United Kingdom
Related: About this forumAmerica has just discovered the chip butty and Brits aren't happy
https://www.indy100.com/article/chip-butty-sandwich-britain-america-twitter-viral-fast-food-fries-funny-8294486
Oh so wrong but oh so right......
T_i_B
(14,800 posts)Fortunately for me, I'm a Wednesdayite so I get to eat nice food instead of greasy chip butties!
packman
(16,296 posts)but as the sole ingredient in a sandwich????? Then again, I am a Pittsburgh area guy and we had the Primanti brothers sandwich - fries, slaws and meat stacked up
House of Roberts
(5,686 posts)That finds me perplexed as to why?
T_i_B
(14,800 posts)Fills up your stomach and soaks up all the beer you've consumed on a night out.
muriel_volestrangler
(102,483 posts)You can eat chips a lot faster in a chip butty than with your fingers.
Denzil_DC
(7,942 posts)For a proper chip butty, the bread's got to be buttered well, slathered on, so it makes a sort of sauce and lubricates the starch on the way down. Add salt and maybe vinegar (ketchup if you're feeling fancy), and with decent chips (US fries, though UK crisps - US chips - work, too for a low-cal option), it can be a real treat (I haven't had one in years, but my tummy's rumbling now).
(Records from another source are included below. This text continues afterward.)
package golden

import (
	"bufio"
	"crypto/sha256"
	"encoding/base64"
	"encoding/json"
	"fmt"
	"html"
	"io"
	"math"
	"slices"
	"strconv"
	"strings"

	"github.com/proofsheet/proofsheet/assert"
	"github.com/proofsheet/proofsheet/internal/printable"
	"github.com/proofsheet/proofsheet/internal/textwidth"
)

// defaultReviewTitle heads a Review without a Title.
const defaultReviewTitle = "Golden file review"

func (r *Review) title() string {
	if r.Title != "" {
		return r.Title
	}
	return defaultReviewTitle
}

// Summary says in a few words what changed in the file: "3 differing
// cells in 2 rows, 1 extra row; max abs. diff 0.5 (tmax)", "+2 −1 lines",
// "new table, 120 rows × 5 columns".
func (f FileReview) Summary() string {
	if len(f.Problems) > 0 {
		return "cannot be read: " + textwidth.Truncate(firstLine(f.Problems[0]), 90)
	}
	what := map[FileKind]string{KindTable: "table", KindText: "text file", KindJSON: "JSON file"}[f.Kind]
	switch f.Status {
	case ReviewNew, ReviewRemoved:
		n := max(f.NewRows, f.OldRows)
		switch {
		case f.Kind == KindTable && n >= 0:
			return fmt.Sprintf("%s %s, %s × %s", f.Status, what, plural(n, "row", "rows"), plural(len(f.Columns), "column", "columns"))
		case n >= 0:
			return fmt.Sprintf("%s %s, %s", f.Status, what, plural(n, "line", "lines"))
		case f.Detail != "":
			return fmt.Sprintf("%s %s (not written: %s)", f.Status, what, textwidth.Truncate(firstLine(f.Detail), 60))
		}
		return string(f.Status) + " " + what
	}
	switch f.Kind {
	case KindTable:
		return tableSummary(&f)
	case KindJSON:
		if f.Status == ReviewUnchanged {
			return "the same JSON, spaced or ordered differently"
		}
		if f.PathCount == 0 && f.Detail != "" {
			return "differs: " + textwidth.Truncate(firstLine(f.Detail), 80)
		}
		return plural(f.PathCount, "JSON path differs", "JSON paths differ")
	}
	if f.Status == ReviewUnchanged {
		return "the same text"
	}
	if f.Added+f.Removed == 0 && f.Detail != "" {
		return "differs: " + textwidth.Truncate(firstLine(f.Detail), 80)
	}
	return fmt.Sprintf("+%d −%d lines", f.Added, f.Removed)
}

func tableSummary(f *FileReview) string {
	d := f.Diff
	if d == nil {
		if f.Detail != "" {
			return "differs: " + textwidth.Truncate(firstLine(f.Detail), 80)
		}
		return "rewritten"
	}
	var parts []string
	add := func(n int, one, many string) {
		if n > 0 {
			parts = append(parts, plural(n, one, many))
		}
	}
	add(len(d.Problems), "problem", "problems")
	add(len(d.Schema), "schema change", "schema changes")
	if d.CellsDiffering > 0 {
		parts = append(parts, plural(d.CellsDiffering, "differing cell", "differing cells")+" in "+plural(d.RowsDiffering, "row", "rows"))
	}
	add(d.Missing.Count, "missing row", "missing rows")
	add(d.Extra.Count, "extra row", "extra rows")
	add(d.Duplicates.WantKeys+d.Duplicates.GotKeys, "repeated key", "repeated keys")
	if !slices.Equal(f.OldKeys, f.NewKeys) && f.OldRows >= 0 && f.NewRows >= 0 {
		parts = append(parts, "keys "+keyList(f.OldKeys)+" → "+keyList(f.NewKeys))
	}
	if f.RulesChange != "" {
		parts = append(parts, "stored rules changed")
	}
	s := strings.Join(parts, ", ")
	if f.Status == ReviewUnchanged {
		s = "equal within tolerance"
	}
	if c, ok := largestDelta(d); ok {
		s += fmt.Sprintf("; max abs. diff %s (%s)", formatDelta(c.MaxAbs), printable.Name(c.Name))
	}
	return s
}

// largestDelta returns the column summary with the largest absolute delta
// of a number column, when any is above zero.
func largestDelta(d *assert.Diff) (assert.ColumnSummary, bool) {
	var best assert.ColumnSummary
	found := false
	for _, c := range d.Columns {
		if !c.HasDelta || !c.WantType.Kind().IsNumeric() || !(c.MaxAbs > 0) {
			continue
		}
		if !found || c.MaxAbs > best.MaxAbs {
			best, found = c, true
		}
	}
	return best, found
}

func formatDelta(v float64) string {
	if math.IsInf(v, 0) {
		return "+Inf"
	}
	return strconv.FormatFloat(v, 'g', 3, 64)
}

func keyList(keys []string) string {
	if len(keys) == 0 {
		return "none"
	}
	out := make([]string, len(keys))
	for i, k := range keys {
		out[i] = printable.Name(k)
	}
	return strings.Join(out, ", ")
}

func plural(n int, one, many string) string {
	if n == 1 {
		return "1 " + one
	}
	return strconv.Itoa(n) + " " + many
}

func firstLine(s string) string {
	s, _, _ = strings.Cut(strings.TrimSpace(s), "\n")
	return s
}

// Rows writes the row (or line) counts of the two versions: "120 → 121",
// "— → 120" for a new file, "120" when they agree.
func (f FileReview) Rows() string {
	n := func(v int) string {
		if v < 0 {
			return "—"
		}
		return strconv.Itoa(v)
	}
	if f.OldRows == f.NewRows && f.OldRows >= 0 {
		return n(f.OldRows)
	}
	return n(f.OldRows) + " → " + n(f.NewRows)
}

// markdownBudget is the size a Markdown review aims to stay under, so it
// fits a pull-request comment (common limits are 64 KiB).
const markdownBudget = 60000

// Markdown writes the review for a pull-request comment or a CI job
// summary: a heading, the headline, a table of the files (status, kind,
// rows, what changed), then a section per changed file with its table
// diff (assert's Markdown), line diff or JSON paths. It stays under about
// 60 000 bytes: sections that do not fit are left out and counted.
func (r *Review) Markdown() string {
	var b strings.Builder
	p := func(format string, args ...any) { fmt.Fprintf(&b, format, args...) }
	p("## %s\n\n**%s**", mdText(r.title()), mdText(capitalise(r.Headline())))
	if r.Against != "" {
		p(" — against %s", mdSpan(r.Against))
	}
	p("\n")
	if len(r.Files) == 0 {
		return b.String()
	}
	p("\n| file | status | kind | rows | what changed |\n|---|---|---|--:|---|\n")
	for i, f := range r.Files {
		if i == 200 {
			p("| … %d more files | | | | |\n", len(r.Files)-i)
			break
		}
		status := f.Status.Label()
		if f.Status != ReviewUnchanged {
			status = "**" + status + "**"
		}
		p("| %s | %s | %s | %s | %s |\n", mdSpan(printable.Name(f.Path)), status, f.Kind, f.Rows(), mdText(f.Summary()))
	}
	left := 0
	for _, f := range r.Files {
		sec := mdSection(&f)
		if sec == "" {
			continue
		}
		if b.Len()+len(sec) > markdownBudget {
			left++
			continue
		}
		b.WriteString(sec)
	}
	if left > 0 {
		p("\n_%s left out to keep this summary short; see the HTML or JSON report._\n", plural(left, "file section", "file sections"))
	}
	return b.String()
}

// mdSection writes the Markdown section of one file, "" when there is
// nothing more to say than the table line.
func mdSection(f *FileReview) string {
	var b strings.Builder
	p := func(format string, args ...any) { fmt.Fprintf(&b, format, args...) }
	body := false
	p("\n### %s — %s\n\n", mdSpan(printable.Name(f.Path)), f.Status.Label())
	if f.Test != "" {
		p("Checked by %s.\n\n", mdSpan(f.Test))
	}
	for _, pr := range f.Problems {
		p("- %s\n", mdText(pr))
		body = true
	}
	if len(f.Problems) > 0 {
		p("\n")
	}
	switch {
	case f.Diff != nil && f.Status == ReviewChanged:
		if !slices.Equal(f.OldKeys, f.NewKeys) && f.OldRows >= 0 && f.NewRows >= 0 {
			p("Key columns changed: %s → %s.\n\n", mdText(keyList(f.OldKeys)), mdText(keyList(f.NewKeys)))
		}
		if f.RulesChange != "" {
			p("%s.\n\n", mdText(capitalise(f.RulesChange)))
		}
		p("Compared under: %s.\n\n", mdText(f.Rules.String()))
		p("%s", f.Diff.Markdown())
		body = true
	case len(f.Lines) > 0:
		p("%s", mdFence(reviewLinesText(f.Lines)))
		body = true
	case len(f.Paths) > 0:
		lines := strings.Join(f.Paths, "\n")
		if f.PathCount > len(f.Paths) {
			lines += fmt.Sprintf("\n… %d more", f.PathCount-len(f.Paths))
		}
		p("%s", mdFence(lines))
		body = true
	case len(f.Preview) > 0:
		if len(f.Columns) > 0 {
			p("| %s |\n|%s\n", mdJoin(f.Columns), strings.Repeat("---|", len(f.Columns)))
			for _, row := range f.Preview {
				p("| %s |\n", mdJoin(row))
			}
			if f.NewRows+f.OldRows+1 > len(f.Preview) {
				p("\n_First %s shown._\n", plural(len(f.Preview), "row", "rows"))
			}
		} else {
			var lines []string
			for _, row := range f.Preview {
				lines = append(lines, row[0])
			}
			p("%s", mdFence(strings.Join(lines, "\n")))
		}
		body = true
	}
	if f.Detail != "" && f.Diff == nil && len(f.Lines) == 0 && len(f.Paths) == 0 {
		p("%s", mdFence(textwidth.Truncate(f.Detail, 4000)))
		body = true
	}
	if !body {
		return ""
	}
	return b.String()
}

// reviewLinesText writes a line diff as plain lines: the two line numbers,
// the mark and the text.
func reviewLinesText(lines []ReviewLine) string {
	wa, wb := 1, 1
	for _, l := range lines {
		wa, wb = max(wa, len(strconv.Itoa(l.Old))), max(wb, len(strconv.Itoa(l.New)))
	}
	var b strings.Builder
	for _, l := range lines {
		if l.Mark == '…' {
			fmt.Fprintf(&b, "%*s %*s …  %s\n", wa, "", wb, "", l.Text)
			continue
		}
		fmt.Fprintf(&b, "%*s %*s %c  %s\n", wa, lineNo(l.Old), wb, lineNo(l.New), l.Mark, l.Text)
	}
	return strings.TrimRight(b.String(), "\n")
}
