/**
 * Evaluate a tree that compile() has checked (allowed nodes only), as mathjs's compiled code would:
 * a name from the scope (named values, and units put there by the caller), else a constant (`pi`);
 * an operator or function by the instance's function of that name.
 */
function evalNode(node: MathNode, scope: Lookup): unknown {
  const n = node as MathNode & { fn?: string | MathNode; name?: string; args?: MathNode[]; content?: MathNode; value?: unknown }
  switch (node.type) {
    case 'ConstantNode':
      return n.value
    case 'SymbolNode': {
      const name = n.name!
      if (scope.has(name)) return scope.get(name)
      if (CONSTANTS.has(name)) return mathFns[name]
      throw new Error(`Undefined symbol ${name}`)
    }
    case 'ParenthesisNode':
      return evalNode(n.content!, scope)
    case 'OperatorNode': {
      const fn = mathFns[n.fn as string] as MathFn
      const args = n.args!
      if (args.length === 2) {
        const a = evalNode(args[0], scope)
        const b = evalNode(args[1], scope)
        const direct = binary(n.fn as string, a, b)
        return direct !== UNDISPATCHED ? direct : fn(a, b)
      }
      return args.length === 1 ? fn(evalNode(args[0], scope)) : fn(...args.map((a) => evalNode(a, scope)))
    }
    case 'FunctionNode': {
      const name = (n.fn as MathNode & { name: string }).name
      if (scope.has(name)) throw new TypeError(`\`${name}\` is a named value here, not a function`)
      return (mathFns[name] as MathFn)(...n.args!.map((a) => evalNode(a, scope)))
    }
    default:
      // Not reachable: compile() refuses every other node type.
      throw new Error(`${node.type} is not allowed`)
  }
}

const UNDISPATCHED = Symbol('undispatched')
/** The Unit methods mathjs's scalar signatures call, with the operand types they accept. */
interface UnitOps {
  multiply(other: Unit | number): unknown
  divide(other: Unit | number): unknown
  divideInto(numerator: number): unknown
  pow(p: number): unknown
}
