describe('stated reactions', () => {
  it('a stated, balanced half-reaction replaces the chosen one and sets what forms', () => {
    const a = analyze(
      divided([
        'reaction anode: 2 H2O -> O2 + 4 H+ + 4 e-',
        'reaction cathode: Ni^2+ + 2 e- -> Ni',
        'charge anolyte: Na2SO4 50 g, water 900 mL',
        'charge catholyte: NiSO4 50 g, water 900 mL',
        'step 1: current 1 A for 1 h',
        'expect Ni 1 g in catholyte',
      ]),
    )
    expect(a.model.engine?.cathode?.kind).toBe('stated')
    // Ni 58.6934 g/mol (IUPAC 2021): 3600 / (2 × F) × 58.6934 = 1.09497 g
    expect(maxGrams(a)[0]).toBeCloseTo((AH / (2 * F)) * 58.6934, 5)
  })
})

describe('cell voltages and gas volumes through the analysis', () => {
  const voltages = (a: Analysis) => a.model.voltages!
  it('water electrolysis in alkali: 1.229 V reversible, 1.481 V thermoneutral', () => {
    // standard textbook values: E_rev = 237.1 kJ/mol ÷ 2F, E_tn = 285.8 kJ/mol ÷ 2F
    const a = analyze(bath(['charge bath: KOH solution 1 L at 6 M', 'step 1: current 1 A for 1 h']))
    expect(voltages(a).reversible).toBeCloseTo(1.229, 3)
    expect(voltages(a).thermoneutral).toBeCloseTo(1.481, 3)
  })

  it('chlor-alkali in a membrane cell: about 2.19 V reversible', () => {
    // the chlor-alkali decomposition voltage, about 2.19 V (textbook figure, from memory)
    const a = analyze(divided(['charge anolyte: NaCl solution 1 L at 300 g/L', 'charge catholyte: NaOH solution 1 L at 2 M', 'step 1: current 1 A for 1 h']))
    expect(a.model.engine?.anode?.kind).toBe('chlorine')
    expect(Math.abs(voltages(a).reversible - 2.19)).toBeLessThan(0.02)
  })

  it('copper electrowinning with an oxygen anode: 1.229 − 0.342 = 0.89 V', () => {
    // E°(O2/H2O) = 1.229 V, E°(Cu2+/Cu) = 0.342 V (CRC electrochemical series, from memory)
    const a = analyze(bath(['charge bath: CuSO4 100 g, H2SO4 solution 100 g at 20 wt%, water 800 mL', 'step 1: current 1 A for 1 h']))
    expect(a.model.engine?.cathode?.kind).toBe('deposition')
    expect(Math.abs(voltages(a).reversible - (1.229 - 0.342))).toBeLessThan(0.005)
  })

  it('the most noble ion deposits first: silver before copper', () => {
    const a = analyze(bath(['charge bath: CuSO4 10 g, AgNO3 10 g, water 900 mL', 'step 1: current 0.1 A for 1 h']))
    expect(a.model.engine?.cathode?.metal?.element).toBe('Ag')
  })

  it('hydrogen at 0 °C and 101.325 kPa takes the molar volume of an ideal gas (mathjs molarVolume)', () => {
    const a = analyze(['conditions 0 degC, 101.325 kPa', ...bath(['charge bath: KOH solution 1 L at 1 M', 'step 1: current 1 A for 1 h', 'expect H2 0.1 L in bath']).split('\n')].join('\n'))
    const mv = math.evaluate('molarVolume').toNumber('L/mol') // 22.414 L/mol (mathjs physical constant)
    const y = a.model.yields[0]
    expect(y.maxMolEff! * y.litresPerMol!).toBeCloseTo((AH / (2 * F)) * mv, 5)
  })

  it('at 25 °C and 100 kPa the molar volume is RT/p with R exact: 24.789 L/mol', () => {
    const a = analyze(['conditions 25 degC, 100 kPa', ...bath(['charge bath: KOH solution 1 L at 1 M', 'step 1: current 1 A for 1 h', 'expect H2 0.1 L in bath']).split('\n')].join('\n'))
    // R = 1.380649e-23 × 6.02214076e23 J/(mol·K) (SI 2019 exact); 298.15 K; 100000 Pa
    const R = 1.380649e-23 * 6.02214076e23
    expect(a.model.yields[0].litresPerMol!).toBeCloseTo(((R * 298.15) / 100000) * 1000, 9)
    // 24.789 L/mol: molar volume of an ideal gas at 25 °C and 100 kPa (IUPAC Gold Book, from memory)
    expect(Math.abs(a.model.yields[0].litresPerMol! - 24.789)).toBeLessThan(0.001)
  })
})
Used to occasionally get a takeaway lunch in Dumbarton quite a few years ago. This cafe on the high street had a queue of schoolkids out the door. Their specialty was a "hauf V 'n' chips" - half a well-fired Vienna loaf, split lengthways, buttered and filled with chips. By gum, it took some eating.
House of Roberts
(5,686 posts)That would at least add some protein.
left-of-center2012
(34,195 posts)A chip butty is a sandwich made with chips (i.e., French fried potatoes) on buttered white bread or a bread roll, often with an added condiment such as ketchup, brown sauce, mayonnaise, or malt vinegar.
The chip butty can be found in fish and chip shops and other casual dining establishments in the United Kingdom.
It is also less commonly known as a chip sandwich, chip batch, chip roll, chip muffin, piece and chips, chip piece, or chip sarnie.
One variation is the chip bap or chip barm, which uses a floury bap or barm cake instead of sliced white bread.
In the East Midlands a chip butty made with a bread roll is referred to as a chip cob.
A chip butty can be vegetarian if the chips are not fried in lard or dripping.
https://en.wikipedia.org/wiki/Chip_butty
T_i_B
(14,800 posts)Where I'm from they are breadcakes. To people in Derby & Nottingham they are cobs, in West Yorkshire they are teacakes (teacakes are something very different in my book), Southerners call them rolls, and they are also known in other parts of the country as barmcakes, baps, stotties and a number of other terms.
People will get on their high horses about this as well, so you can get people who insist that they are teacakes or rolls and get very annoyed by all the other regional terms for breadcakes!
muriel_volestrangler
(102,483 posts)marble falls
(62,063 posts)geardaddy
(25,346 posts)I'm actually partial to chips with mushy peas on top or a bacon butty.